Suddenly people got greedy once the money was released. What a surprise.

The Windy City worthies on the review's foundation board hired a Wall Street wheeler-dealer and amateur poet named John Barr to lead them into this promised land of poesy where starving poets would be a thing of the past.

It's clear from the New Yorker story and from Barr's essay, "American Poetry in the New Century," appearing in Poetry last year, that the owners of this windfall cared less about struggling artists and more about setting up a "business model" for the promotion of poetry as a product.

When you're from Wall Street, spending money is easy. To advance the cause of poetry, Barr plunked $7 million down on property along that stretch of Michigan Avenue called the Magnificent Mile for a new headquarters.

In his essay, Barr claims American poetry has become stagnant and inbred, stuck in the swamp of academia. He called for "new" poetry that would entertain, attract wide audiences and be available day and night.

To show that Americans love poetry, he paid $700,000, The New Yorker claims, for a survey that found "90 percent" of the nation reads poetry.

Also doled out were $1 million for a Web site, www.poetryfoundation.org, and money to pay for Ted Kooser's syndicated newspaper column of his favorite poems. Kooser, former insurance company executive, was U.S. poet laureate in 2004-06.

As an example of this "new poet," Barr gave Collins, another poet laureate, $25,000 as a prize because his slight and unchallenging works make money.

That poet once tried to filch the rights to his work for a few bucks from the University of Pittsburgh Press, his first publisher, in order to pad out a collection from his new outfit, Random House. At least Collins appreciates that poetry was all about the bottom line.

Joining Barr and Collins in the poetry-for-profit contingent are public radio superstar and literary aficionado Garrison Keillor, and his friend, Dana Gioia, poet and politically savvy chairman of the National Endowment for the Arts.

Barr's Poetry Foundation is a sponsor of Gioia's Poetry Out Loud initiative that rewards high school students for their skill in reciting poems they've memorized in front of audiences.

Keillor edited an anthology of verse called "Good Poems," selected from his public radio show, "Writer's Almanac." Gioia wrote an effusive review of the book for Poetry after he was featured on another Keillor radio production, "Literary Friends."

This side of the po biz is one big happy family, backslapping and log-rolling along.

The other faction, however, is a disorganized bunch -- full-time poets, professors and teachers, members of various schools of the genre and some ordinary folk who even write poetry for its own sake.

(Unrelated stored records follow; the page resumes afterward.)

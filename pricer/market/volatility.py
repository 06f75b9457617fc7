"""Volatility by expiry, flat in strike, and the covariance it gives several underlyings."""

from __future__ import annotations

import math
from bisect import bisect_left
from collections.abc import Sequence
from dataclasses import dataclass
from datetime import date
from itertools import pairwise

import numpy as np
from numpy.typing import NDArray

from pricer.market.calendars import year_fraction

#: A fall of total variance up to this size is rounding, not arbitrage.
VARIANCE_ROUNDING = 1e-12


class CalendarArbitrageError(ValueError):
    """Total variance (volatility squared times years) falls between two expiry dates."""

    def __init__(self, earlier: date, later: date, before: float, after: float, lowest_volatility: float) -> None:
        super().__init__(earlier, later, before, after, lowest_volatility)
        self.earlier = earlier
        self.later = later
        self.before = before
        self.after = after
        self.lowest_volatility = lowest_volatility  # the least the later date may have

    def __str__(self) -> str:
        return (
            f"total variance falls from {self.before:.6f} on {self.earlier} to {self.after:.6f} on {self.later}, "
            f"by {self.before - self.after:.6f}; the volatility of {self.later} must be at least "
            f"{_percent_rounded_up(self.lowest_volatility)}"
        )


@dataclass(frozen=True, slots=True)
class VolatilityCurve:
    """Implied volatilities per ACT/365F year; total variance is linear in time between quotes.

    Before the first quote and after the last the volatility is that quote's.
    ``dates`` are the quoted expiry dates; ``times`` and ``variances`` (total, from the
    valuation date) begin with the valuation date itself (0 and 0) and never fall.
    """

    valuation_date: date
    dates: tuple[date, ...]
    times: tuple[float, ...]
    variances: tuple[float, ...]

    @classmethod
    def from_quotes(
        cls, valuation_date: date, expiry_dates: Sequence[date], volatilities: Sequence[float]
    ) -> VolatilityCurve:
        """From one annualised volatility (0.20 for 20 %) per expiry date.

        Raises :class:`CalendarArbitrageError` at the first pair of dates between which total
        variance falls, and ValueError unless dates increase strictly after the valuation
        date and volatilities are finite and not negative.
        """
        if len(expiry_dates) != len(volatilities):
            raise ValueError(f"{len(expiry_dates)} expiry dates for {len(volatilities)} volatilities")
        if not expiry_dates:
            raise ValueError("a volatility curve needs at least one quote")
        for earlier, later in pairwise((valuation_date, *expiry_dates)):
            if later <= earlier:
                raise ValueError(
                    f"expiry dates must increase and lie after the valuation date {valuation_date}; "
                    f"{later} follows {earlier}"
                )
        for day, volatility in zip(expiry_dates, volatilities, strict=True):
            if not (math.isfinite(volatility) and volatility >= 0.0):
                raise ValueError(f"the volatility of {day} must be a number from 0 up; got {volatility}")
        times = [year_fraction(valuation_date, day) for day in expiry_dates]
        variances: list[float] = []
        for j, (time, volatility) in enumerate(zip(times, volatilities, strict=True)):
            variance = volatility * volatility * time
            if variances and variance < variances[-1]:
                before = variances[-1]
                if variance < before - VARIANCE_ROUNDING:
                    raise CalendarArbitrageError(
                        expiry_dates[j - 1], expiry_dates[j], before, variance, math.sqrt(before / time)
                    )
                variance = before
            variances.append(variance)
        return cls(valuation_date, tuple(expiry_dates), (0.0, *times), (0.0, *variances))

    @property
    def last_date(self) -> date:
        """The last quoted expiry date."""
        return self.dates[-1]

    def is_extrapolated(self, day: date) -> bool:
        """Whether ``day`` lies beyond the last quoted expiry date."""
        return day > self.last_date

    def total_variance(self, day: date) -> float:
        """Variance of the log-level from the valuation date to ``day``, not annualised.

        Raises ValueError if ``day`` lies before the valuation date.
        """
        if day < self.valuation_date:
            raise ValueError(f"{day} lies before the valuation date {self.valuation_date} and has no volatility")
        return self.variance_at(year_fraction(self.valuation_date, day))

    def variance_at(self, time: float) -> float:
        """Total variance at ``time`` >= 0 in ACT/365F years."""
        times, variances = self.times, self.variances
        if time >= times[-1]:
            return variances[-1] * time / times[-1]
        right = max(bisect_left(times, time), 1)
        weight = (time - times[right - 1]) / (times[right] - times[right - 1])
        return variances[right - 1] + weight * (variances[right] - variances[right - 1])

    def volatility(self, day: date) -> float:
        """Annualised volatility to ``day``; on the valuation date, the first quote's."""
        if day == self.valuation_date:
            return math.sqrt(self.variances[1] / self.times[1])
        return math.sqrt(self.total_variance(day) / year_fraction(self.valuation_date, day))


def covariance(curves: Sequence[VolatilityCurve], correlation: NDArray[np.float64], day: date) -> NDArray[np.float64]:
    """Covariance of the log-levels from the valuation date to ``day``, not annualised: (n, n).

    ``correlation`` : (n, n), constant in time. Entry (i, j) is the correlation times the
    integral of the product of the two instantaneous volatilities. These are constant
    between the quoted dates of all curves together, so the integral is a finite sum and exact.

    Raises ValueError if the curves' valuation dates differ, ``day`` lies before them, or
    shapes do not fit.
    """
    correlation = np.asarray(correlation, dtype=float)
    n = len(curves)
    if n == 0 or correlation.shape != (n, n):
        raise ValueError(f"{n} volatility curves do not fit a correlation matrix of shape {correlation.shape}")
    starts = {curve.valuation_date for curve in curves}
    if len(starts) > 1:
        raise ValueError(f"volatility curves of different valuation dates: {', '.join(map(str, sorted(starts)))}")
    start = starts.pop()
    if day < start:
        raise ValueError(f"{day} lies before the valuation date {start} and has no covariance")
    end = year_fraction(start, day)
    times = sorted({time for curve in curves for time in curve.times if time < end} | {0.0, end})
    variances = np.array([[curve.variance_at(time) for time in times] for curve in curves])
    # Rounding may leave a difference of -1e-18 where the instantaneous volatility is 0.
    deviations = np.sqrt(np.maximum(np.diff(variances, axis=1), 0.0))  # (n, n_intervals)
    out: NDArray[np.float64] = correlation * (deviations @ deviations.T)
    return out


def _percent_rounded_up(volatility: float) -> str:
    """Upwards, so that entering the text's number mends the curve."""
    return f"{math.ceil(volatility * 1e4) / 100:.2f} %"
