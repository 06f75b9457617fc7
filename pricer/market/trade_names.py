"""What a trade depends on, by the market's names, and the cell that named it."""

from __future__ import annotations

from pricer.contracts.book import Trade
from pricer.contracts.contract import Contract
from pricer.contracts.writer import StructuralDefault, Writer
from pricer.core.source import Place
from pricer.market.findings import Locate


def names_of(trade: Trade) -> tuple[str, ...]:
    """The trade's underlyings and, if its writer defaults by them, the writer's assets; each once."""
    structural = structural_default(trade)
    assets = () if structural is None else (structural.assets,)
    return tuple(dict.fromkeys((*trade.contract.underlyings, *assets)))


def writer_of(trade: Trade) -> Writer | None:
    """Who may not pay; None where nobody doubts it."""
    return trade.contract.writer if isinstance(trade.contract, Contract) else None


def structural_default(trade: Trade) -> StructuralDefault | None:
    """The writer's default as told by the value of its assets, if it is."""
    writer = writer_of(trade)
    return None if writer is None else writer.structural


def cell_of(name: str, place: Locate) -> Place | None:
    """The cell that names an underlying, or the writer's assets."""
    return place(f"underlying:{name}") or place("assets")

Pittsburgh has a healthy, enthusiastic and serious contingent of those "citizen poets."

This faction does its share of log-rolling as well, but few make much money. Their publications are not best-sellers, the publishers themselves scrape along, bolstered by subsidized university presses like Pitt's that have supported many poets, Collins and Kooser included, in their early years.

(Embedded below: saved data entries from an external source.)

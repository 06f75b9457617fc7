"""Gates over dividends: implausible sums, amounts the price cannot pay, ex dates after the curve's end."""

from __future__ import annotations

from collections.abc import Iterator
from datetime import timedelta

from pricer.core.issues import Issue
from pricer.market.findings import Locate, error, percent, warning
from pricer.market.market import Market, MissingMarketDataError
from pricer.market.underlying import Underlying

#: Proportional dividends of one underlying that add up to more than this within a year are reported.
PLAUSIBLE_DIVIDENDS = 0.50
#: Cash dividends to come that are worth more than this share of the spot are reported.
PLAUSIBLE_FLOOR = 0.50


def dividend_gates(market: Market, place: Locate) -> Iterator[Issue]:
    """Issues of every underlying's dividends; ``place`` gives the cell of "dividends:UNDERLYING", or None."""
    for underlying in market.underlyings.values():
        yield from _proportional(underlying, place)
        yield from _cash(underlying, market, place)


def _proportional(underlying: Underlying, place: Locate) -> Iterator[Issue]:
    payments = sorted((d.ex_date, d.fraction) for d in underlying.dividends.proportional)
    sums = [
        (sum(fraction for day, fraction in payments if first <= day < first + timedelta(days=365)), first)
        for first, _ in payments
    ]
    if sums and max(sums)[0] > PLAUSIBLE_DIVIDENDS:
        total, first = max(sums)
        yield warning(
            place(f"dividends:{underlying.underlying_id}"),
            "implausible-dividends",
            f"proportional dividends of {underlying.underlying_id} that add up to {percent(total, 1)} of its price "
            f"in the year from {first}",
            f"at most {percent(PLAUSIBLE_DIVIDENDS)} in a year",
            "Check the unit: a dividend of 2 % of the price is entered as 0.02. The dividends are used as given.",
        )


def _cash(underlying: Underlying, market: Market, place: Locate) -> Iterator[Issue]:
    if not underlying.dividends.cash:
        return
    name = underlying.underlying_id
    here = place(f"dividends:{name}")
    try:
        price = market.affine_price(name)
    except MissingMarketDataError:
        return  # without a curve nothing is priced on it, and the trades say so
    except ValueError as refused:
        yield error(here, "cash-dividends-exceed-spot", str(refused), *EXCEEDED)
        return
    if not price.has_floor:
        return
    share, last = sum(price.cash_values) / underlying.spot, price.cash_dates[-1]
    if share > PLAUSIBLE_FLOOR:
        yield warning(
            here,
            "heavy-cash-dividends",
            f"cash dividends of {name} to {last} worth {percent(share, 1)} of its spot",
            f"cash dividends worth at most {percent(PLAUSIBLE_FLOOR)} of the spot",
            "Check the unit (cash dividends are amounts in the underlying's currency), or enter the later ones as "
            "proportional. They are used as given: that share of the price moves with nothing but rates.",
        )
    if price.growth_curve.is_extrapolated(last):
        yield warning(
            here,
            "dividends-beyond-curve",
            f"a cash dividend of {name} on {last}, after {price.growth_curve.last_date}, where curve "
            f"{price.growth_curve.curve_id} ends",
            "a curve that reaches the last cash dividend",
            "The curve's last forward rate is used beyond its end; add a later point to the curve.",
        )


#: What is expected of cash dividends, and how to mend them, where they exceed the spot.
EXCEEDED = (
    "cash dividends worth less than the spot",
    "Correct the amounts or the spot, or enter dividends far ahead as proportional ones.",
)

Until The New Yorker took up its cause, this army had to fight back in its little literary publications, mere popguns against the flush Poetry magazine's cannons.

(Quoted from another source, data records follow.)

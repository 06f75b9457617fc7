"""Correlations of which some pairs are not known: numbers that leave the known ones as they are, if any do.

A trade that holds an unknown pair is refused; the pair still needs a number, for a matrix is checked and repaired as a
whole, and a poor one would move correlations that other trades do hold.
"""

from __future__ import annotations

import numpy as np
from numpy.typing import NDArray

from pricer.market.correlation import SMALLEST_EIGENVALUE

#: Eigenvalues that a completion aims for; a matrix that is known in full may have smaller ones.
_AIM = 1e-6
_MAX_STEPS = 2_000


def completed(matrix: NDArray[np.float64]) -> NDArray[np.float64]:
    """``matrix`` (n, n), symmetric with unit diagonal and NaN where unknown, with a number in every place.

    The known entries are never changed. The others come from projecting in turn on the matrices with positive
    eigenvalues and on those with the known entries (von Neumann 1950), which meets where the two do. If they do
    not, the known entries contradict each other, and a repair of the result moves these and not the others.
    """
    known = ~np.isnan(matrix)
    out = np.where(known, matrix, 0.0)
    if known.all():
        return out
    for _ in range(_MAX_STEPS):
        values, vectors = np.linalg.eigh(out)
        if values[0] >= SMALLEST_EIGENVALUE:
            break
        nearest = (vectors * np.maximum(values, _AIM)) @ vectors.T
        nearest = np.clip(0.5 * (nearest + nearest.T), -1.0, 1.0)
        step = np.where(known, matrix, nearest)
        if np.abs(step - out).max() < 1e-12:
            break
        out = step
    return out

You can find the various salvos on that million-dollar Web site.

Is this a battle for poetry's soul in the 21st century, or simply another skirmish in the larger war of "high art" struggling to survive against the tidal wave of commercial entertainment?

In our democracy, the lowest common denominator gets all the money. In the case of Mr. Barr's crusade, it was the money that won out over the art.

The battle for poetry's not over, but the way Barr's spending the Lilly grant, his money will run out before long and the odds will get fairer.